I'm somewhat familiar with Haskell monad transformers, but new to Scalaz (version 7). I made (what I thought was) a straightforward translation from the following Haskell code:

import Control.Monad.State

type Pass a = StateT String Maybe a

monadTest :: Pass String
monadTest = do
    s <- get
    return s

to this Scala code:

import scalaz._
import Scalaz._

object StateTest {
  type Pass[A] = StateT[Option, String, A]
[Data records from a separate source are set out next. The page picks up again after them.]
/// The first boundary crossing along the ray `origin + t·direction`, `0 ≤ t ≤ max_distance_mm`
/// (see the module docs for what "first" means when the origin is in material), at sub-voxel
/// precision (trilinear interpolation and bisection), optionally refined to the steepest point
/// of the edge. `Ok(None)` when the ray meets no boundary within the volume and the distance.
pub fn pick_along_ray(
    volume: &Volume,
    origin: WorldPoint,
    direction: Vector3<f64>,
    options: &PickOptions,
) -> Result<Option<Pick>, PickError> {
    options.check()?;
    finite_point(origin, "ray origin")?;
    let dir = unit(direction, "ray direction")?;
    let Some(hit) = cast(volume, origin, dir, options) else {
        return Ok(None);
    };
    Ok(Some(finish(volume, hit, options.refine_to_edge, None)))
}

/// The boundary nearest to `point` within the slice whose normal is `slice_normal`, searched
/// as `search` says, up to `max_distance_mm` from the point. Refinement moves along the
/// in-plane part of the surface normal so the point stays on the slice; where the surface
/// runs nearly parallel to the slice (in-plane part under 0.2 of the normal) it is skipped.
/// `distance_mm` is measured from `point`.
pub fn pick_in_slice(
    volume: &Volume,
    point: WorldPoint,
    slice_normal: Vector3<f64>,
    search: SliceSearch,
    options: &PickOptions,
) -> Result<Option<Pick>, PickError> {
    options.check()?;
    finite_point(point, "slice point")?;
    let pn = unit(slice_normal, "slice normal")?;
    let in_plane = |d: Vector3<f64>| -> Result<Vector3<f64>, PickError> {
        let d = unit(d, "search direction")?;
        (d - pn * pn.dot(&d))
            .try_normalize(1e-6)
            .ok_or(PickError::OutOfPlane)
    };
    let nearer = |a: Option<Hit>, b: Option<Hit>| match (a, b) {
        (Some(a), Some(b)) => Some(if b.t < a.t { b } else { a }),
        (a, b) => a.or(b),
    };
    let best = match search {
        SliceSearch::Along(d) => cast(volume, point, in_plane(d)?, options),
        SliceSearch::BothWays(d) => {
            let d = in_plane(d)?;
            nearer(
                cast(volume, point, d, options),
                cast(volume, point, -d, options),
            )
        }
        SliceSearch::AllAround => {
            let (e1, e2) = plane_basis(&pn);
            let ray = |a: f64| cast(volume, point, e1 * a.cos() + e2 * a.sin(), options);
            let spacing = std::f64::consts::TAU / ALL_AROUND_RAYS as f64;
            let mut best: Option<(f64, Hit)> = None;
            for k in 0..ALL_AROUND_RAYS {
                let a = spacing * k as f64;
                if let Some(h) = ray(a)
                    && best.is_none_or(|(_, b)| h.t < b.t)
                {
                    best = Some((a, h));
                }
            }
            best.map(|(a, h)| nearest_in_angle(&ray, a, spacing, h))
        }
    };
    let Some(hit) = best else {
        return Ok(None);
    };
    let refine_dir = if options.refine_to_edge {
        in_plane_normal(volume, &hit, &pn)
    } else {
        None
    };
    Ok(Some(finish(volume, hit, refine_dir.is_some(), refine_dir)))
}

/// Golden-section search for the nearest crossing over the angles `a ± spacing` around the
/// best of the evenly spaced rays, keeping the crossing kind of that ray. The distance to a
/// boundary is smooth in the angle near its minimum, so this converges on the foot of the
/// perpendicular from the point to the boundary.
fn nearest_in_angle(ray: &impl Fn(f64) -> Option<Hit>, a: f64, spacing: f64, start: Hit) -> Hit {
    let inv_phi = (5f64.sqrt() - 1.0) / 2.0;
    let mut best = start;
    let mut dist = |x: f64| match ray(x) {
        Some(h) if h.crossing == start.crossing => {
            if h.t < best.t {
                best = h;
            }
            h.t
        }
        _ => f64::INFINITY,
    };
    let (mut lo, mut hi) = (a - spacing, a + spacing);
    let mut x1 = hi - inv_phi * (hi - lo);
    let mut x2 = lo + inv_phi * (hi - lo);
    let (mut f1, mut f2) = (dist(x1), dist(x2));
    // 40 steps shrink the bracket by 0.618^40 ≈ 4e-9
    for _ in 0..40 {
        if f1 <= f2 {
            hi = x2;
            x2 = x1;
            f2 = f1;
            x1 = hi - inv_phi * (hi - lo);
            f1 = dist(x1);
        } else {
            lo = x1;
            x1 = x2;
            f1 = f2;
            x2 = lo + inv_phi * (hi - lo);
            f2 = dist(x2);
        }
    }
    best
}

/// The longest step of the march along a ray, in voxels along any axis.
pub const MARCH_STEP_VOXELS: f64 = 1.0 / 16.0;

/// A threshold crossing before normals and refinement.
#[derive(Clone, Copy, Debug)]
struct Hit {
    /// Voxel coordinate of the crossing.
    voxel: VoxelPoint,
    /// Distance from the origin (mm).
    t: f64,
    crossing: Crossing,
}

pub(super) fn finite_point(p: WorldPoint, what: &'static str) -> Result<(), PickError> {
    if p.0.iter().all(|c| c.is_finite()) {
        Ok(())
    } else {
        Err(PickError::NotFinite(what))
    }
}

pub(super) fn unit(d: Vector3<f64>, what: &'static str) -> Result<Vector3<f64>, PickError> {
    if !d.iter().all(|c| c.is_finite()) {
        return Err(PickError::ZeroDirection(what));
    }
    d.try_normalize(1e-300)
        .ok_or(PickError::ZeroDirection(what))
}

/// Two unit vectors completing `n` to an orthonormal frame.
fn plane_basis(n: &Vector3<f64>) -> (Vector3<f64>, Vector3<f64>) {
    let axis = (0..3)
        .min_by(|&a, &b| n[a].abs().total_cmp(&n[b].abs()))
        .unwrap_or(0);
    let mut e = Vector3::zeros();
    e[axis] = 1.0;
    let e1 = (e - n * n.dot(&e)).normalize();
    (e1, n.cross(&e1))
}

/// The unit in-plane part of the surface normal at a hit, if the surface crosses the plane
/// steeply enough for it to mean something (at least 0.2 of the normal).
fn in_plane_normal(volume: &Volume, hit: &Hit, pn: &Vector3<f64>) -> Option<Vector3<f64>> {
    if hit.crossing == Crossing::VolumeFace {
        return None;
    }
    let n = normal_at(volume, hit.voxel)?;
    let m = n - pn * pn.dot(&n);
    (m.norm() >= 0.2).then(|| m.normalize())
}

/// The trilinear value at a voxel coordinate.
fn value(volume: &Volume, p: &Vector3<f64>) -> Option<f64> {
    volume.sample_trilinear_voxel(VoxelPoint::new(p.x, p.y, p.z))
}

/// Finds the first crossing along a unit world direction (see the module docs).
fn cast(
    volume: &Volume,
    origin: WorldPoint,
    dir: Vector3<f64>,
    options: &PickOptions,
) -> Option<Hit> {
    let thr = options.threshold;
    let o = volume.world_to_voxel(origin).0.coords;
    // voxel displacement per millimetre along the ray
    let d = volume.voxel_from_world().apply_vector(dir);
    let dims = volume.dims();
    let (t0, t1) = clip_to_cells(&o, &d, dims, options.max_distance_mm)?;
    // Every point of [t0, t1] lies in the cells, but `o + d·t` computed at the clipped ends
    // may land a rounding error outside them (a ray from outside the box enters at t0):
    // sample at the point pulled back into the cells, so no sample of the segment is lost.
    let at = |t: f64| {
        let mut p = o + d * t;
        for a in 0..3 {
            p[a] = p[a].clamp(-0.5, dims[a] as f64 - 1.0);
        }
        p
    };
    let v0 = value(volume, &at(t0))?;
    let start_in_material = v0 >= thr;
    if start_in_material && t0 > 0.0 {
        return Some(Hit {
            voxel: voxel_point(at(t0)),
            t: t0,
            crossing: Crossing::VolumeFace,
        });
    }
    let crossing = if start_in_material {
        Crossing::Exit
    } else {
        Crossing::Entry
    };
    let step = MARCH_STEP_VOXELS / d.amax();
    // the march's length is bounded by the grid (a step moves 1/16 voxel along the ray's major
    // axis), and each step moves the parameter on even where `lo + step` rounds to `lo`
    let max_steps =
        (dims.iter().copied().max().unwrap_or(1) as f64 + 2.0) / MARCH_STEP_VOXELS * 2.0;
    let mut lo = t0;
    let mut steps = 0.0;
    while lo < t1 && steps < max_steps {
        steps += 1.0;
        let next = lo + step;
        let hi = if next > lo {
            next.min(t1)
        } else {
            lo.next_up().min(t1)
        };
        let v = value(volume, &at(hi))?;
        if (v >= thr) != start_in_material {
            let t = bisect(lo, hi, d.norm(), |t| {
                value(volume, &at(t)).is_some_and(|v| (v >= thr) == start_in_material)
            });
            return Some(Hit {
                voxel: voxel_point(at(t)),
                t,
                crossing,
            });
        }
        lo = hi;
    }
    None
}
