/// Everything that decides a plane view's pixels.
#[derive(Clone, Copy, Debug, PartialEq)]
pub struct PlaneKey {
    pub scan: u64,
    pub geometry: SliceGeometry,
    pub window: WindowLevel,
    pub colours: ColourMap,
    pub interpolation: Interpolation,
    pub scale_bar: bool,
    pub orientation: bool,
    /// A preview at reduced resolution while the view moves (see the app's redraw budget).
    pub coarse: bool,
    /// The label image drawn over the slice, if any.
    pub labels: Option<OverlayKey>,
}

/// Everything that decides the 3D view's pixels.
#[derive(Clone, Copy, Debug, PartialEq)]
pub struct VolumeKey {
    pub scan: u64,
    pub camera: Camera,
    pub mode: VolumeMode,
    /// The scan's iso-value: the surface drawn.
    pub iso_value: f64,
    pub window: WindowLevel,
    pub colours: ColourMap,
    pub quality: Quality,
    pub scale_bar: bool,
    /// The 3D view shows the scan's copy keeping only some labels' material (see
    /// [`super::prep`]); `None`: the whole scan.
    pub kept: Option<KeptKey>,
}

#[derive(Clone, Copy, Debug, PartialEq)]
pub enum RenderKey {
    Plane(PlaneKey),
    Volume(VolumeKey),
}

impl RenderKey {
    #[must_use]
    pub fn size(&self) -> [usize; 2] {
        match self {
            Self::Plane(p) => [p.geometry.width, p.geometry.height],
            Self::Volume(v) => [v.camera.width, v.camera.height],
        }
    }

    /// Whether this is a coarse (preview) picture.
    #[must_use]
    pub fn is_coarse(&self) -> bool {
        match self {
            Self::Plane(p) => p.coarse,
            Self::Volume(v) => v.quality.downsample > 1,
        }
    }
}

/// A rendered picture, ready to upload as a texture.
pub struct Picture {
    pub image: egui::ColorImage,
    /// For a surface view: the world point each pixel's ray met, for the hover read-out.
    pub hits: Option<Vec<Option<WorldPoint>>>,
}

/// A finished job.
pub struct Rendered {
    pub view: ViewId,
    pub generation: u64,
    /// A first picture from a coarser level; the finished one of the same generation follows.
    pub partial: bool,
    pub key: RenderKey,
    pub picture: Result<Picture, String>,
    pub elapsed: Duration,
}

/// The colour of overlay text and the scale bar.
const OVERLAY_COLOUR: [u8; 4] = [245, 236, 214, 255];

/// Renders one view's picture: the slice or 3D image, window/level and colour map, the scale
/// bar and orientation labels, converted to an egui image. `bricks` gives the empty-space
/// table for surface views (built once per scan by the caller).
pub fn render_view(
    volume: &dyn VolumeSource,
    key: &RenderKey,
    bricks: Option<&Bricks>,
) -> Result<Picture, RenderError> {
    render_view_reusing(volume, key, bricks, &mut None, None)
}

/// The resampled values of a plane view's last picture, kept so that a change of window or
/// colour map only maps the values again.
pub type PlaneValues = Option<(PlaneKey, F32Image)>;

/// As [`render_view`], reusing `last` (and replacing it) for plane views: when only the
/// window, colour map or overlays changed, the slice is not resampled again. A plane key with
/// labels blends `labels` (on the volume's grid) over the slice.
///
/// A plane of a scan that is not in memory is read through the volume interface at the
/// coarsest level with a voxel per pixel ([`Detail::Screen`]): a moving (coarse) picture reads
/// a coarse level, the picture at rest the level its zoom needs — full resolution when zoomed
/// in to the voxels. A 3D picture needs the scan in memory: the caller passes the level it
/// reads for the 3D view ([`render_source::volume_for_3d`]).
pub fn render_view_reusing(
    volume: &dyn VolumeSource,
    key: &RenderKey,
    bricks: Option<&Bricks>,
    last: &mut PlaneValues,
    labels: Option<&LabelVolume>,
) -> Result<Picture, RenderError> {
    match key {
        RenderKey::Plane(p) => {
            let img = match last.take() {
                Some((k, img))
                    if k.scan == p.scan
                        && k.geometry == p.geometry
                        && k.interpolation == p.interpolation =>
                {
                    img
                }
                _ => render_source::render_slice(
                    volume,
                    &p.geometry,
                    p.interpolation,
                    None,
                    Detail::Screen,
                )?,
            };
            let mut rgba = p.window.colourize(&img, p.colours);
            *last = Some((*p, img));
            if let (Some(o), Some(l)) = (p.labels, labels)
                && l.dims() == volume.dims()
            {
                sutura_core::render::labels::blend_labels(
                    &mut rgba,
                    &p.geometry,
                    &volume.world_from_voxel(),
                    l,
                    sutura_core::render::labels::LabelStyle {
                        opacity: f64::from(o.opacity),
                        outline: o.outline,
                    },
                    &|v| o.drawn.contains(v),
                );
            }
            let rgba = if p.scale_bar || p.orientation {
                let mut o = Overlay::new(&rgba)?;
                if p.scale_bar {
                    o.scale_bar(p.geometry.pixel_mm, OVERLAY_COLOUR);
                }
                if p.orientation {
                    o.orientation_labels(
                        &p.geometry.u,
                        &p.geometry.v,
                        &AxisNames::default(),
                        OVERLAY_COLOUR,
                    );
                }
                o.finish()
            } else {
                rgba
            };
            Ok(Picture {
                image: to_color_image(&rgba),
                hits: None,
            })
        }
        RenderKey::Volume(v) => {
            let volume = volume.whole().ok_or(RenderError::NotInMemory)?;
            let (rgba, hits) = match v.mode {
                VolumeMode::Projection => {
                    let img = raycast::mip(volume, &v.camera, MipOptions { quality: v.quality })?;
                    (v.window.colourize(&img, v.colours), None)
                }
                VolumeMode::Surface => {
                    let mut opts = SurfaceOptions::new(v.iso_value);
                    opts.quality = v.quality;
                    opts.depth_cue = 0.35;
                    let s = raycast::surface(volume, &v.camera, &opts, bricks)?;
                    (s.image, Some(s.hits))
                }
            };
            let rgba = if v.scale_bar {
                let mut o = Overlay::new(&rgba)?;
                o.scale_bar(v.camera.pixel_mm, OVERLAY_COLOUR);
                o.finish()
            } else {
                rgba
            };
            Ok(Picture {
                image: to_color_image(&rgba),
                hits,
            })
        }
    }
}

/// Straight-alpha RGBA to egui's premultiplied colours, in parallel.
#[must_use]
pub fn to_color_image(rgba: &RgbaImage) -> egui::ColorImage {
    let pixels: Vec<egui::Color32> = rgba
        .pixels
        .par_chunks_exact(4)
        .map(|p| egui::Color32::from_rgba_unmultiplied(p[0], p[1], p[2], p[3]))
        .collect();
    egui::ColorImage::new([rgba.width, rgba.height], pixels)
}

/// What a job needs besides the scan: the label image (plane views) and the 3D view's
/// kept-labels copy of the scan.
#[derive(Clone, Default)]
pub struct JobLayers {
    pub labels: Option<Arc<RwLock<LabelVolume>>>,
    pub kept: Option<Arc<Volume>>,
}

struct Job {
    generation: u64,
    key: RenderKey,
    scan: Arc<Scan>,
    layers: JobLayers,
    /// Lower runs first: the stage view before the strip.
    priority: u8,
}

#[derive(Default)]
struct Slots {
    jobs: [Option<Job>; 5],
    quit: bool,
}

struct Mailbox {
    slots: Mutex<Slots>,
    ready: Condvar,
}

/// The render threads and the channel their results come back on.
pub struct Workers {
    mailbox: Arc<Mailbox>,
    results: Receiver<Rendered>,
    threads: Vec<JoinHandle<()>>,
    generation: [u64; 5],
}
  def monadTest: Pass[String] =
    for {
      s <- get[String]
    } yield s
}

The Haskell code compiles. The Scala fails to compile, with the following error:

[error] .../StateTest.scala:9: type mismatch;
[error]  found   : scalaz.IndexedStateT[scalaz.Id.Id,String,String,String]
[error]  required: StateTest.Pass[String]
[error]     (which expands to)  scalaz.IndexedStateT[Option,String,String,String]
[error]       s <- get[String]
[error]         ^

First, it seems scalaz implements StateT in terms of IndexedStateT. Ok. But, it seems that the get[String] monadic value is inferred to have type StateT[Id, String, String] instead of StateT[Option, String, String]. Why?

I'm using Scala 2.10.1, scalaz 7.0.0.

like image 956
alanlcode Avatar asked Apr 28 '13 22:04

alanlcode


1 Answers

In your example, the call to get[String] is calling the get method of StateFunctions, reproduced here:

def get[S]: State[S, S] = init

Where State[S, A] is an alias for StateT[Id, S, A] which is an alias for IndexedStateT[Id, S, S, A].

Because you are using StateT, you need to call get on an instance of StateTMonadState[S, F], or StateTMonadState[String, Option] in your case. The working example is:

import scalaz._
import Scalaz._

object StateTest {
  type Pass[A] = StateT[Option, String, A]

  val sm = StateT.stateTMonadState[String, Option]

  def monadTest: Pass[String] =
    for {
      s <- sm.get
    } yield s
}

The MonadState instance can also be resolved implicitly via MonadState[F[_, _], S] but it is less convenient to use due to the type lambda required. See MonadState.scala and StateT.scala for more info.